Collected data
- Opening Delimiter -

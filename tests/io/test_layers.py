"""Tests for geosp.io.layers (GeoPackage) and geosp.io.atomic."""

import sqlite3
import xml.etree.ElementTree as ET

import numpy as np
import numpy.testing as npt
import pyogrio
import pytest

from geosp import tables
from geosp.errors import InputError
from geosp.io.atomic import atomic_path, ensure_not_input
from geosp.io.layers import read_layers, station_ramp, write_layers
from geosp.models import Detection, FaultSegment, Stations

CRS = "EPSG:32633"


def make_layers():
    stations = Stations(
        station_id=["A-001", "A-002", "B-001", "B-002"],
        easting=[500000.0, 500050.0, 500100.0, 500150.0],
        northing=[4000000.0, 4000010.0, 4000020.0, 4000030.0],
        upward=[100.0, 101.0, np.nan, 99.0], sp_mv=[-40.0, 5.0, 30.0, 12.0], crs=CRS,
        line_id=["A", "A", "B", "B"], flag=["", "outlier", "", "ß ünïcode"],
    )
    seg = FaultSegment("F1", "F1-1", np.array([[500000.0, 3999900.0], [500000.0, 4000100.0]]),
                       0.0, 200.0)
    dets = [Detection(seg, np.arange(4), 4, 4.2, -1, True, 3.0, 2.0, {}, note="clear"),
            Detection(seg, np.arange(2), 2, 1.1, 1, False, 3.0, 2.0, {})]
    rows = [dict(source_id="S1", fault_id="F1", segment_id="F1-1", model="fault_patch",
                 top_x=500000.0, top_y=4000000.0, strike_deg=0.0, dip_deg=60.0,
                 dip_dir_deg=90.0, top_depth_m=20.0, bottom_depth_m=120.0, length_m=200.0,
                 jump_mv=50.0, top_depth_lo_m=15.0, top_depth_hi_m=26.0, jump_lo_mv=40.0,
                 jump_hi_mv=61.0, rms_mv=2.1, chi2_red=1.1, n_stations=40, bic_gain=35.0,
                 sigma_ratio=1.0, flags=("bound hit", "strong correlation"),
                 location_sd_m=8.0),
            dict(source_id="S2", fault_id="F1", segment_id="F1-1", model="pole_pair",
                 top_x=500010.0, top_y=4000000.0, top_depth_m=5.0, neg_x=500030.0,
                 neg_y=4000000.0, neg_depth_m=6.0, pole_k_mv_m=100.0, n_stations=7)]
    return {
        "stations": tables.stations_frame(stations, model_mv=[-38.0, 4.0, 29.0, 10.0]),
        "fault_segments": tables.segments_frame(dets, CRS),
        "sources": tables.sources_frame(rows, CRS),
        "sources_3d": tables.sources_3d_frame(rows, CRS, ground_m=100.0),
    }


def test_round_trip_every_layer_and_field(tmp_path):
    layers = make_layers()
    path = write_layers(tmp_path / "interpretation.gpkg", layers)
    back = read_layers(path)
    assert list(back) == list(layers)
    for name, frame in layers.items():
        got = back[name]
        assert got.crs == frame.crs, name
        assert list(got.columns) == list(frame.columns), name
        for column in frame.columns:
            if column == "geometry":
                assert got.geometry.geom_equals_exact(frame.geometry, tolerance=1e-6).all()
                assert got.geometry.has_z.tolist() == frame.geometry.has_z.tolist()
                continue
            expected, actual = frame[column], got[column]
            if expected.dtype.kind in "f":
                assert actual.dtype.kind == "f", (name, column)
                npt.assert_allclose(actual, expected, equal_nan=True)
            elif expected.dtype.kind in "iu":
                # Integers stay integers (contract: detected 0/1, polarity +1/-1).
                assert actual.dtype.kind in "iu", (name, column, actual.dtype)
                assert actual.tolist() == expected.tolist()
            else:
                assert actual.fillna("").tolist() == expected.tolist(), (name, column)
    assert back["fault_segments"]["polarity"].tolist() == [-1, 1]
    # Field names written out literally from contract.md ("GeoPackage layers").
    contract = {
        "stations": ["station_id", "line_id", "sp_mv", "sp_raw_mv", "drift_mv", "terrain_mv",
                     "tie_mv", "model_mv", "residual_mv", "flag"],
        "fault_segments": ["fault_id", "segment_id", "length_m", "n_stations", "score",
                           "detected", "polarity", "note"],
        "sources": ["source_id", "fault_id", "segment_id", "model", "top_x", "top_y",
                    "strike_deg", "dip_deg", "dip_dir_deg", "top_depth_m", "bottom_depth_m",
                    "length_m", "jump_mv", "top_depth_lo_m", "top_depth_hi_m", "jump_lo_mv",
                    "jump_hi_mv", "rms_mv", "chi2_red", "n_stations", "bic_gain",
                    "sigma_ratio", "flags"],
    }
    contract["sources_3d"] = contract["sources"]
    text = {"station_id", "line_id", "flag", "fault_id", "segment_id", "note", "source_id",
            "model", "flags"}
    integer = {"n_stations", "detected", "polarity"}
    for name, fields in contract.items():
        assert list(back[name].columns[:len(fields)]) == fields, name
        for field in fields:
            kind = back[name][field].dtype.kind
            expected = "O" if field in text else "i" if field in integer else "f"
            # pandas 3 reads text as the str dtype (kind "O" or "T"), not object.
            assert kind == expected or (expected == "O" and kind in "OTU"), (name, field, kind)


def test_layer_styles_readable_and_data_layers_listed(tmp_path):
    path = write_layers(tmp_path / "out.gpkg", make_layers())
    listed = {row[0]: row[1] for row in pyogrio.list_layers(path)}
    for name, kind in (("stations", "Point"), ("fault_segments", "LineString"),
                       ("sources", "Polygon"), ("sources_3d", "Polygon Z")):
        assert listed[name] == kind
    with sqlite3.connect(path) as con:
        cols = [r[1] for r in con.execute("PRAGMA table_info(layer_styles)")]
        rows = con.execute("SELECT f_table_name, f_geometry_column, styleQML, styleSLD, "
                           "useAsDefault, update_time FROM layer_styles").fetchall()
        kind = con.execute("SELECT data_type FROM gpkg_contents "
                           "WHERE table_name = 'layer_styles'").fetchone()
    for col in ("f_table_catalog", "f_table_schema", "f_table_name", "f_geometry_column",
                "styleName", "styleQML", "styleSLD", "useAsDefault", "description", "owner",
                "ui", "update_time"):
        assert col in cols
    assert kind == ("attributes",)
    styled = {r[0]: r for r in rows}
    assert set(styled) == {"stations", "fault_segments", "sources", "sources_3d"}
    for name, geom_col, qml, sld, default, stamp in rows:
        assert geom_col == "geom" and default == 1
        # ISO-8601 text timestamp (GeoPackage/SQLite convention) ending in Z.
        assert len(stamp) == 20 and stamp[10] == "T" and stamp.endswith("Z")
        # Both style documents are well-formed XML (parsed by the stdlib).
        ET.fromstring(qml.split("\n", 1)[1])
        ET.fromstring(sld.split("\n", 1)[1])
    stations_qml = ET.fromstring(styled["stations"][2].split("\n", 1)[1])
    renderer = stations_qml.find("renderer-v2")
    assert renderer.get("attr") == "sp_mv" and renderer.get("type") == "graduatedSymbol"
    segments_qml = ET.fromstring(styled["fault_segments"][2].split("\n", 1)[1])
    filters = [r.get("filter") for r in segments_qml.iter("rule")]
    assert any('"detected" = 1' in f for f in filters)


def test_station_ramp_is_centred_on_zero():
    edges = station_ramp([-40.0, 5.0, 30.0, 12.0, np.nan])
    # 98th percentile of |v| is 39.4 -> rounded up to 50 ("nice" 1-2-2.5-5 steps).
    npt.assert_allclose(edges, np.linspace(-50, 50, 9))
    assert 0.0 in edges


def test_write_layers_failure_keeps_previous_file(tmp_path):
    path = tmp_path / "interpretation.gpkg"
    write_layers(path, make_layers())
    before = path.read_bytes()
    bad = make_layers()
    bad["broken"] = "not a frame"
    with pytest.raises(Exception):
        write_layers(path, bad)
    assert path.read_bytes() == before
    assert sorted(p.name for p in tmp_path.iterdir()) == ["interpretation.gpkg"]


def test_empty_sources_layer_round_trips(tmp_path):
    layers = {"sources": tables.sources_frame([], CRS)}
    back = read_layers(write_layers(tmp_path / "e.gpkg", layers))
    assert len(back["sources"]) == 0
    assert list(back["sources"].columns[:23]) == list(tables.SOURCE_FIELDS)


def test_atomic_path_replaces_only_on_success(tmp_path):
    target = tmp_path / "run.json"
    target.write_text("old")
    with pytest.raises(RuntimeError):
        with atomic_path(target) as tmp:
            tmp.write_text("half")
            raise RuntimeError("boom")
    assert target.read_text() == "old"
    assert [p.name for p in tmp_path.iterdir()] == ["run.json"]
    with atomic_path(target) as tmp:
        assert tmp.parent == target.parent and tmp.suffix == ".json"
        tmp.write_text("new")
    assert target.read_text() == "new"


def test_ensure_not_input_refuses_overwrite(tmp_path):
    stations = tmp_path / "map.html"
    stations.write_text("x")
    ensure_not_input(tmp_path / "out", [stations, None])
    with pytest.raises(InputError, match="map.html"):
        ensure_not_input(tmp_path, [tmp_path / "faults.gpkg", stations])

- Closing Delimiter -

WHAT YOU ARE ASKED TO DO: Figure out how many lines above include the string "edges", then report that number and nothing else.

SOLVED EXERCISE: 3